L’article 121-2 du code pénal indique que la responsabilité pénale des personnes morales est engagée par ses organes ou représentants. La notion d’organe est traditionnellement entendue comme les représentants légaux de l’entité. La notion de « représentant » contient principalement les titulaires d’une délégation de pouvoir. La jurisprudence y avait également intégré quelques hauts cadres. La Cour de cassation redéfinit cette seconde catégorie de représentants en la reliant à la première à travers la notion de « délégation de pouvoir de fait » (Cass, crim, 9 juin 2022, n° 22-90.006, QPC).
A l’inverse, la jurisprudence semblait avoir admis une forme de délégation de pouvoir vers d’autres personnes morales concrétisée par des contrats de transfert de responsabilité, transfert que la Cour de cassation refuse désormais (Cass, crim, 8 juin 2022, n° 21-82.127).
1. Redéfinition des personnes physiques intégrant la catégorie des « représentants » pouvant engager la responsabilité pénale des personnes morales : la délégation de pouvoir de fait
La notion de « représentant » visé à l’article 121-2 du code pénal contient traditionnellement les titulaires d’une délégation de pouvoir1, dès lors que ceux-ci ont « la compétence, l’autorité et les moyens nécessaires »2. La jurisprudence y avait également intégré quelques hauts cadres qui « participaient aux pouvoirs de direction de l’employeur »3.
Toutefois ce critère de la « participation aux pouvoirs de l’employeur » n’était pas très clair.
Profitant d’une QPC, la Cour de cassation a, le 9 juin 2022 (n° 22-90.006, QPC), précisé cette seconde catégorie de « représentants », en la rapprochant de la première, en exigeant que ces cadres correspondent aux critères de la délégation de pouvoir, usant ainsi de la notion de délégation de pouvoir de fait :
« il convient d’identifier la personne physique représentant de droit ou de fait de la personne morale qui, comme tel, se trouve investie de la compétence, de l’autorité et des moyens nécessaires à l’accomplissement de sa mission, par laquelle l’infraction reprochée a été commise ».
Ainsi la responsabilité pénale d’une personne morale sera désormais engagée par toute personne qui remplira, en droit ou désormais en fait, les critères de la délégation de pouvoir.
2. La condamnation des contrats ou clauses de transfert de responsabilité entre personnes morales
Par l’arrêt du 8 juin 2022 (n° 21-82.127), la Cour de cassation a répondu à une question souvent posée en pratique et sur laquelle la jurisprudence était très rare : une société peut-elle contractuellement transférer sa responsabilité pénale à une autre entité ?

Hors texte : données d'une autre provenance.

import * as z from 'zod';
import { addressSchema, createCustomerSchema, siteFieldsSchema } from '../customers/customers-contract.js';
import {
  centsSchema,
  dateSchema,
  emailSchema,
  idSchema,
  instantSchema,
  lineSchema,
  nonNegativeCentsSchema,
  notesSchema,
  optionalLineSchema,
  paragraphSchema,
  versionSchema,
} from '../wire/fields.js';
import { listQuerySchema, pageSchema, rowsSchema } from '../wire/list.js';
import { patchSchema } from '../wire/patch.js';

export const LEAD_SOURCES = [
  'referral',
  'repeat-customer',
  'website',
  'walk-in',
  'contractor',
  'designer',
  'show-or-fair',
  'other',
] as const;
export const leadSourceSchema = z.enum(LEAD_SOURCES, { error: 'Choose where the lead came from.' });
export type LeadSource = z.infer<typeof leadSourceSchema>;

export const LEAD_STAGES = ['new', 'contacted', 'site-visit', 'estimating', 'won', 'lost'] as const;
export const leadStageSchema = z.enum(LEAD_STAGES);
export type LeadStage = z.infer<typeof leadStageSchema>;

/** The stages a lead moves between by hand; won and lost are reached by their own commands. */
export const OPEN_LEAD_STAGES = ['new', 'contacted', 'site-visit', 'estimating'] as const;
export const openLeadStageSchema = z.enum(OPEN_LEAD_STAGES, { error: 'Choose a stage.' });
export type OpenLeadStage = z.infer<typeof openLeadStageSchema>;

export const LOST_REASONS = [
  'price',
  'timing',
  'went-elsewhere',
  'out-of-scope',
  'no-answer',
  'other',
] as const;
export const lostReasonSchema = z.enum(LOST_REASONS, { error: 'Choose why the lead was lost.' });
export type LostReason = z.infer<typeof lostReasonSchema>;

/** The fields of a lead that a person types. */
export const leadFieldsSchema = z.strictObject({
  title: lineSchema(120, 'The title'),
  contactName: lineSchema(120, 'The name'),
  company: optionalLineSchema(120, 'The company'),
  email: z.union([z.literal(''), emailSchema]).default(''),
  phone: optionalLineSchema(40, 'The phone number'),
  siteAddress: addressSchema.prefault({}),
  source: leadSourceSchema,
  nextStep: optionalLineSchema(160, 'The next step'),
  nextStepOn: dateSchema.nullable().default(null),
  /** A customer the shop knows already. */
  customerId: idSchema.nullable().default(null),
  expectedCents: nonNegativeCentsSchema.nullable().default(null),
});
export const createLeadSchema = leadFieldsSchema;
export type CreateLead = z.infer<typeof createLeadSchema>;
export type LeadInput = z.input<typeof createLeadSchema>;
export const updateLeadSchema = patchSchema(leadFieldsSchema);
export type UpdateLead = z.infer<typeof updateLeadSchema>;

// Commands. Each carries If-Match.

export const moveLeadSchema = z.strictObject({ stage: openLeadStageSchema });
export type MoveLead = z.infer<typeof moveLeadSchema>;

/** Won by hand: work agreed without an estimate of ours. Acceptance of an estimate wins its lead by itself. */
export const winLeadSchema = z.strictObject({});

export const loseLeadSchema = z.strictObject({ reason: lostReasonSchema, note: notesSchema(1000) });
export type LoseLead = z.infer<typeof loseLeadSchema>;

/** Takes a lost lead back to the stage it was lost from. */
export const reopenLeadSchema = z.strictObject({});

/** Makes the customer, and the site if given, or ties the lead to a customer the shop has already. */
export const convertLeadSchema = z
  .strictObject({
    customerId: idSchema.optional(),
    customer: createCustomerSchema.optional(),
    site: siteFieldsSchema.optional(),
  })
  .refine((convert) => (convert.customerId === undefined) !== (convert.customer === undefined), {
    error: 'Choose a customer or make a new one.',
    path: ['customerId'],
  });
export type ConvertLead = z.infer<typeof convertLeadSchema>;

/** Needs a customer on the lead. Moves the lead on to `estimating`. */
export const startEstimateSchema = z.strictObject({
  title: lineSchema(120, 'The title'),
  /** Left out: the lead's own site. */
  siteId: idSchema.nullable().optional(),
});
export type StartEstimate = z.infer<typeof startEstimateSchema>;
export const startedEstimateSchema = z.object({ estimateId: idSchema });
export type StartedEstimate = z.infer<typeof startedEstimateSchema>;

export const addLeadNoteSchema = z.strictObject({ body: paragraphSchema(4000, 'A note') });
export type AddLeadNote = z.infer<typeof addLeadNoteSchema>;

export const leadNoteSchema = z.object({
  id: idSchema,
  body: z.string(),
  by: z.string(),
  createdAt: instantSchema,
});
export type LeadNote = z.infer<typeof leadNoteSchema>;
export const leadNotesSchema = rowsSchema(leadNoteSchema);

/** A step from stage to stage. The first has no stage before it; the system takes a step when a customer accepts. */
export const leadStageChangeSchema = z.object({
  id: idSchema,
  fromStage: leadStageSchema.nullable(),
  toStage: leadStageSchema,
  by: z.string().nullable(),
  changedAt: instantSchema,
});
export type LeadStageChange = z.infer<typeof leadStageChangeSchema>;

const moneyOfLead = { expectedCents: nonNegativeCentsSchema.nullable().optional() };

export const leadSchema = z.object({
  id: idSchema,
  version: versionSchema,
  title: z.string(),
  contactName: z.string(),
  company: z.string(),
  email: z.string(),
  phone: z.string(),
  siteAddress: addressSchema,
  source: leadSourceSchema,
  stage: leadStageSchema,
  nextStep: z.string(),
  nextStepOn: dateSchema.nullable(),
  customerId: idSchema.nullable(),
  customerName: z.string().nullable(),
  siteId: idSchema.nullable(),
  siteName: z.string().nullable(),
  lostReason: lostReasonSchema.nullable(),
  lostNote: z.string(),
  stageChangedAt: instantSchema,
  createdAt: instantSchema,
  /** One step on: the estimates that were started from this lead. */
  estimates: z.array(z.object({ id: idSchema, number: z.int(), title: z.string() })),
  /** Every step it took, the oldest first. */
  stageChanges: z.array(leadStageChangeSchema),
  // money
  ...moneyOfLead,
});
export type Lead = z.infer<typeof leadSchema>;

export const leadRowSchema = z.object({
  id: idSchema,
  version: versionSchema,
  title: z.string(),
  contactName: z.string(),
  company: z.string(),
  phone: z.string(),
  source: leadSourceSchema,
  stage: leadStageSchema,
  nextStep: z.string(),
  nextStepOn: dateSchema.nullable(),
  createdAt: instantSchema,
  // money
  ...moneyOfLead,
});
export type LeadRow = z.infer<typeof leadRowSchema>;
export const leadPageSchema = pageSchema(leadRowSchema);

export const LEAD_SORT_KEYS = ['title', 'nextStepOn', 'createdAt'] as const;
export const leadListQuerySchema = listQuerySchema(LEAD_SORT_KEYS).extend({
  /** One stage, or `open` for all that are neither won nor lost. */
  stage: z.enum([...LEAD_STAGES, 'open']).optional(),
  source: leadSourceSchema.optional(),
  /** `overdue`: the date has passed; `due`: today or passed; `none`: open with no next step. */
  nextStep: z.enum(['overdue', 'due', 'none']).optional(),
});
export type LeadListQuery = z.infer<typeof leadListQuerySchema>;

export const leadExportQuerySchema = leadListQuerySchema.omit({ after: true, limit: true });
export type LeadExportQuery = z.infer<typeof leadExportQuerySchema>;

/** How many leads a column of the board shows before it points to the list. */
export const BOARD_COLUMN_LIMIT = 30;
export const leadBoardQuerySchema = leadListQuerySchema.pick({ q: true, source: true, nextStep: true });
export type LeadBoardQuery = z.infer<typeof leadBoardQuerySchema>;

/** The board shows what was won and lost in this many days. */
export const BOARD_CLOSED_DAYS = 90;
/** A column for every stage, in order; won and lost hold the last 90 days. Rows: the soonest next step first. */
export const leadBoardSchema = z.object({
  columns: z.array(
    z.object({
      stage: leadStageSchema,
      count: z.int(),
      rows: z.array(leadRowSchema).max(BOARD_COLUMN_LIMIT),
      // money
      expectedCents: centsSchema.optional(),
    }),
  ),
});
export type LeadBoard = z.infer<typeof leadBoardSchema>;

En l’espèce, une société exploitant un parc d’exposition (« 1 ») concluait un contrat de mise à disposition d’un espace avec une société organisatrice de salons (« 2 ») pour l’organisation d’un évènement dans les locaux loués par la première. Le contrat prévoyait que la société d’exploitation assurait les services de fourniture d’eau, d’électricité et réseaux de télécommunication, la signalétique, la sécurité incendie et la sécurité des manifestations. La société organisatrice confiait à son tour les opérations techniques, comprenant la logistique de l’installation du salon, à un prestataire tiers installateur (« 3 »).
Lors de l’installation des stands, une salariée de la société d’exploitation (« 1 ») était percutée par un engin élévateur conduit par un salarié du prestataire installateur (« 3 ») et a eu une ITT de 6 mois.
La société d’exploitation a été poursuivie des chefs de blessures involontaires et d’infractions à la réglementation sur l’hygiène et la sécurité des travailleurs tirés notamment de la méconnaissance des obligations imposées à l’entreprise utilisatrice, notamment le devoir de coordonner et de faire respecter en son sein la sécurité des salariés.
Relaxée en première instance, la société d’exploitation a été condamnée par la Cour d’appel de Lyon, dans un arrêt du 17 mars 2021, pour blessures involontaires et infractions à la réglementation sur l’hygiène et la sécurité des travailleurs à savoir le non-respect de l’obligation de coordination des mesures de prévention lors des travaux réalisés par une entreprise extérieure, d’exécution de travaux par entreprise extérieure sans inspection commune préalable, et d’exécution de travaux par entreprise extérieure sans plan de prévention des risques.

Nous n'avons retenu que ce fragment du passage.